TASK STATEMENT =
Where does the string "GroupModels" appear in the material? Copy each line that holds it.

SUPPLIED RECORDS =

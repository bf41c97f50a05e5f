using System.Globalization;
using ExprModel.Core.Analysis;
using ExprModel.Core.Cell;
using ExprModel.Core.Mapping;
using ExprModel.Core.Models;
using ExprModel.Data.Catalog;
using ExprModel.Web.Simulation;

namespace ExprModel.Web.Workspace;

/// <summary>
/// The Workbench without its page: the open model and the controls, the two-stage live loop (trace and first read-outs
/// side by side, then the f-I-based read-outs; each new setting cancels the run before it), the f-I sweep, variants and
/// sharing. <paramref name="changed"/> is called whenever something shown changed (the page re-renders on it; tests
/// pass a no-op and await <see cref="LiveRun"/>).
/// </summary>
public sealed class WorkbenchSession(ModelRunner runner, WorkspaceState workspace, ChannelCatalog catalog, Func<Task> changed) : IDisposable
{
    private CancellationTokenSource? _liveCts;
    /// <summary>True until the opened model's first read-outs size the step to its rheobase, or the user sets the step.</summary>
    private bool _autoProtocol = true;

    public ModelDocument? Model { get; private set; }
    public string Origin { get; private set; } = "";
    /// <summary>Each channel's density relative to the model's (1 = as expressed), in the model's channel order.</summary>
    public double[] Relative { get; private set; } = [];
    public double TemperatureC { get; private set; }
    public double AreaUm2 { get; private set; }
    public IonConcentrations Ions { get; private set; } = IonConcentrations.Mammalian;
    public double AmplitudeUaPerCm2 { get; private set; } = 10;
    public StepProtocol Protocol { get; private set; } = new();
    public FiProtocol Fi { get; private set; } = new();
    /// <summary>True once the user sets the f-I range; until then the read-outs' own standard sweep is shown.</summary>
    public bool CustomFi { get; private set; }

    public StepView? Step { get; private set; }
    public LiveReadouts Table { get; } = new();
    public IReadOnlyList<FiRow>? FiRows { get; private set; }
    public bool Busy { get; private set; }
    public string? Error { get; set; }

    /// <summary>Counters the page carries as data attributes (tests wait on them) and revisions that tell each plot to redraw.</summary>
    public int TraceCount { get; private set; }
    public int FiCount { get; private set; }
    public int TraceRevision { get; private set; }
    public int FiRevision { get; private set; }
    /// <summary>Revision of the phase-plane and spike-current plots: they follow the voltage trace once the first read-outs are shown.</summary>
    public int ShapeRevision { get; private set; }

    public VariantSet Variants { get; } = new();
    public FiSweepJob FiSweep { get; } = new(runner, changed);

    /// <summary>The latest live update (completed when it ends, however it ends).</summary>
    public Task LiveRun { get; private set; } = Task.CompletedTask;

    /// <summary>Optional measurement hook: told when each live update starts and reaches its trace and first read-outs.</summary>
    public ILiveUpdateObserver? Observer { get; set; }

    /// <summary>The share link and its note (see <see cref="WorkbenchShare"/>).</summary>
    public WorkbenchShare Share { get; } = new(workspace, changed);
    public string? SharedSnapshotId => Share.SnapshotId;
    public string? ShareNote => Share.Note;
    public bool Sharing => Share.InProgress;

    /// <summary>Opens the preset <paramref name="presetId"/> if it names one, else the workspace's model, else Wang and Buzsaki 1996.</summary>
    public void OpenInitial(string? presetId)
    {
        if (presetId is { Length: > 0 } id && catalog.Presets.TryGetValue(id, out var p)) Open(p, "published model " + id, null);
        else if (workspace.Model is { } m) Open(m, workspace.ModelOrigin, workspace.ParentSnapshotId, workspace.ModelTarget);
        else Open(catalog.Preset("wb1996"), "published model wb1996", null);
    }

    /// <summary>Opens "preset:ID" or "group:NAME" (the model picker's values); clears the variants.</summary>
    public void OpenSource(string choice)
    {
        Variants.Clear();
        if (choice.StartsWith("preset:", StringComparison.Ordinal)) Open(catalog.Preset(choice[7..]), "published model " + choice[7..], null);
        else if (choice.StartsWith("group:", StringComparison.Ordinal) && workspace.GroupModels.TryGetValue(choice[6..], out var g))
        {
            var target = workspace.Session?.Dataset.Groups is null ? ModelTarget.ForCell(choice[6..]) : ModelTarget.ForGroup(choice[6..]);
            Open(g, "built from group " + choice[6..], null, target);
        }
    }

    /// <summary>Opens a model file's text; a bad file leaves the open model and sets <see cref="Error"/>.</summary>
    public void Import(string json, string fileName)
    {
        try
        {
            var doc = ModelRunner.Parse(json, fileName);
            runner.Compile(doc);
            Variants.Clear();
            Error = null;
            Open(doc, "imported from " + fileName, null);
        }
        catch (UserInputException e) { Error = e.Message; }
        _ = changed();
    }

    /// <param name="target">The cell or group the model was built for (its recorded values are shown beside it).</param>
    public void Open(ModelDocument model, string from, string? parent, ModelTarget? target = null)
    {
        Model = model;
        Origin = from;
        Relative = model.Channels.Select(c => c.RelativeDensity).ToArray();
        TemperatureC = model.TemperatureC;
        Ions = model.Ions ?? IonConcentrations.Mammalian;
        try { AreaUm2 = model.Cell.ToGeometry().AreaUm2; } catch (ModelFileException e) { Error = e.Message; AreaUm2 = 1000; }
        if (!ReferenceEquals(workspace.Model, model) || workspace.ModelTarget != target) workspace.Open(model, from, parent, target);
        Share.Forget();
        Table.ForgetHint();
        _autoProtocol = true;
        CustomFi = false;
        ScheduleLive();
    }

    /// <summary>The model as the controls set it now.</summary>
    public ModelDocument Current()
    {
        var m = Model!;
        return m with
        {
            Channels = m.Channels.Select((c, i) => c with { RelativeDensity = Relative[i] }).ToArray(),
            TemperatureC = TemperatureC,
            Ions = Ions,
            Cell = new CellGeometryDocument { AreaUm2 = AreaUm2, CapacitanceUfPerCm2 = m.Cell.CapacitanceUfPerCm2 },
        };
    }

    public Geometry Area => new() { AreaUm2 = AreaUm2 > 0 ? AreaUm2 : 1 };

    public void SetRelative(int channel, double relative) { Relative[channel] = relative; ScheduleLive(); }
    public void ResetAll() { Array.Fill(Relative, 1.0); ScheduleLive(); }

    public void SetTemperature(string? text)
    {
        if (!TryNumber(text, out var t) || t < -5 || t > 50) Refuse("Temperature: enter a number between -5 and 50 °C.");
        else { TemperatureC = t; ScheduleLive(); }
    }

    public void SetArea(string? text)
    {
        if (!TryNumber(text, out var a) || a <= 0) Refuse("Membrane area: enter a positive number of µm².");
        else { AreaUm2 = a; ScheduleLive(); }
    }

    /// <summary>Switches stochastic channels on or off for the trace (read-outs stay deterministic).</summary>
    public void SetChannelNoise(bool on)
    {
        Protocol = Protocol with { ChannelNoise = on };
        ScheduleLive(includeFi: false);
    }

    public void SetNoiseSeed(string? text)
    {
        if (!long.TryParse(text, NumberStyles.Integer, CultureInfo.InvariantCulture, out var seed)) Refuse($"seed: '{text}' is not a whole number");
        else { Protocol = Protocol with { NoiseSeed = seed }; ScheduleLive(includeFi: false); }
    }

    public void SetAmplitude(string? text)
    {
        if (!TryNumber(text, out var a)) Refuse("Step: enter a number of µA/cm².");
        else { AmplitudeUaPerCm2 = a; _autoProtocol = false; ScheduleLive(includeFi: false); }
    }

    public void SetIon(string? text, Func<IonConcentrations, double, IonConcentrations> set)
    {
        if (!TryNumber(text, out var x) || x <= 0) Refuse("Ionic concentrations must be positive numbers (mM).");
        else { Ions = set(Ions, x); ScheduleLive(); }
    }

    public void SetFi(string? text, Func<FiProtocol, double, FiProtocol> set)
    {
        if (!TryNumber(text, out var x)) { Refuse("f-I range: enter numbers."); return; }
        var next = set(Fi, x);
        if (next.Problem() is { } p) { Refuse(p); return; }
        Fi = next; Error = null; CustomFi = true;
        StartFiSweep(Current());
        _ = changed();
    }

    /// <summary>Runs the user's f-I sweep again (after a cancel).</summary>
    public void RunFiAgain() => StartFiSweep(Current());

    /// <summary>Shows <paramref name="message"/> to the user (a value refused, a download that failed).</summary>
    public void Refuse(string message)
    {
        Error = message;
        _ = changed();
    }

    private static bool TryNumber(string? text, out double x) =>
        double.TryParse(text, NumberStyles.Float, CultureInfo.InvariantCulture, out x) && double.IsFinite(x);

    private void ScheduleLive(bool includeFi = true)
    {
        Observer?.Started();
        _liveCts?.Cancel();
        _liveCts?.Dispose();
        _liveCts = new CancellationTokenSource();
        Share.ForgetNote();
        Protocol = Protocol with { AmplitudeUaPerCm2 = AmplitudeUaPerCm2 };
        LiveRun = RunLive(_liveCts.Token, includeFi);
    }

    private async Task RunLive(CancellationToken token, bool includeFi)
    {
        try
        {
            // No debounce: each new setting cancels the run before it (stale work stops at its next check).
            await Task.Yield();
            token.ThrowIfCancellationRequested();
            var doc = Current();
            Busy = true;
            await changed();
            // The trace and the read-outs' first stage run side by side; each is shown as soon as it is done, and the
            // second stage (f-I curve, class, adaptation) follows. The previous rheobase seeds this one's search.
            var firstTask = runner.FirstReadoutsAsync(doc, Table.Hint, token);
            Step = await runner.StepAsync(doc, Protocol, token);
            token.ThrowIfCancellationRequested();
            Observer?.TraceReady();
            TraceCount++;
            TraceRevision++;
            await changed();
            var set = await firstTask;
            token.ThrowIfCancellationRequested();
            Observer?.FirstReadoutsReady();
            Table.Show(set);
            Error = null;
            await changed();
            // The phase plane and the spike currents come from the same trace; drawn after the read-outs so the table is not held up.
            ShapeRevision = TraceRevision;
            await changed();
            if (_autoProtocol && set.Value("rheobase") is > 0 and var rb)
            {
                // First read-outs of a newly opened model: size the step and the f-I range to this cell.
                _autoProtocol = false;
                AmplitudeUaPerCm2 = StepSizing.FromRheobase(rb);
                Protocol = Protocol with { AmplitudeUaPerCm2 = AmplitudeUaPerCm2 };
                Step = await runner.StepAsync(doc, Protocol, token);
                TraceCount++;
                TraceRevision++;
                ShapeRevision = TraceRevision;
                await changed();
            }
            if (!set.IsComplete)
            {
                set = await runner.CompleteReadoutsAsync(doc, set, token);
                token.ThrowIfCancellationRequested();
                Table.Show(set);
            }
            if (!CustomFi && includeFi)
            {
                // The read-outs already measured the standard f-I sweep; show it rather than running another.
                FiSweep.Supersede();
                ShowFi(set.Fi);
                Fi = Fi with
                {
                    FromUaPerCm2 = set.Fi.Count > 0 ? set.Fi[0].CurrentUaPerCm2 : Fi.FromUaPerCm2,
                    ToUaPerCm2 = set.Fi.Count > 0 ? set.Fi[^1].CurrentUaPerCm2 : Fi.ToUaPerCm2,
                    Steps = Math.Max(2, set.Fi.Count),
                };
            }
            Busy = false;
            await changed();
            if (includeFi && CustomFi) StartFiSweep(doc);
        }
        catch (OperationCanceledException) { }
        catch (Exception e) when (e is UserInputException or SimulationTimeoutException)
        {
            if (token.IsCancellationRequested) return;
            Error = e.Message;
            Busy = false;
            await changed();
        }
    }

    private void ShowFi(IReadOnlyList<FiRow> rows)
    {
        FiRows = rows;
        FiCount++;
        FiRevision++;
    }

    private void StartFiSweep(ModelDocument doc) => FiSweep.Start(doc, Fi, ShowFi, message => Error = message);

    /// <summary>True when the live read-outs are complete and a trace is shown: what a variant needs.</summary>
    public bool CanPin => !Variants.IsFull && Step is not null && Table.Pending.Count == 0;

    public void PinVariant()
    {
        if (Step is null || !Table.IsComplete || Variants.IsFull) return;
        var changedChannels = Model!.Channels.Select((c, i) => Relative[i] == 1 ? null : $"{c.Entry} {Relative[i] * 100:0}%").Where(s => s is not null);
        var name = $"#{Variants.Count + 1} " + (changedChannels.Any() ? string.Join(", ", changedChannels) : "as expressed");
        Variants.Add(name, Step, FiRows, Table.Rows!, 48);
        RedrawWithVariants();
        _ = changed();
    }

    public void RemoveVariant(Variant v)
    {
        Variants.Remove(v);
        RedrawWithVariants();
        _ = changed();
    }

    /// <summary>Pins the first groups' models built from the user's data as variants (see <see cref="VariantSet.CompareGroupsAsync"/>).</summary>
    public Task CompareGroupsAsync() =>
        Variants.CompareGroupsAsync(runner, workspace.GroupModels, Protocol, CustomFi ? Fi : null, changed, RedrawWithVariants, m => Error = m);

    private void RedrawWithVariants()
    {
        TraceRevision++;
        ShapeRevision = TraceRevision;
        FiRevision++;
    }

    /// <summary>Stores the current model as a share link (see <see cref="WorkbenchShare.ShareAsync"/>).</summary>
    public Task ShareAsync(SnapshotService snapshots, string notes, bool storeExpression) =>
        Share.ShareAsync(this, snapshots, notes, storeExpression);

    /// <summary>Shows the read-outs a share link stored for <paramref name="model"/> in place of the live ones.</summary>
    internal void ShowStored(ModelDocument model, ReadoutSet stored)
    {
        Table.Show(stored);
        if (!CustomFi) ShowFi(stored.Fi);
        runner.Adopt(model, stored);
    }

    public void Dispose()
    {
        _liveCts?.Cancel();
        _liveCts?.Dispose();
        FiSweep.Dispose();
        Variants.Dispose();
    }
}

TASK ANSWER =
        else if (choice.StartsWith("group:", StringComparison.Ordinal) && workspace.GroupModels.TryGetValue(choice[6..], out var g))
        Variants.CompareGroupsAsync(runner, workspace.GroupModels, Protocol, CustomFi ? Fi : null, changed, RedrawWithVariants, m => Error = m);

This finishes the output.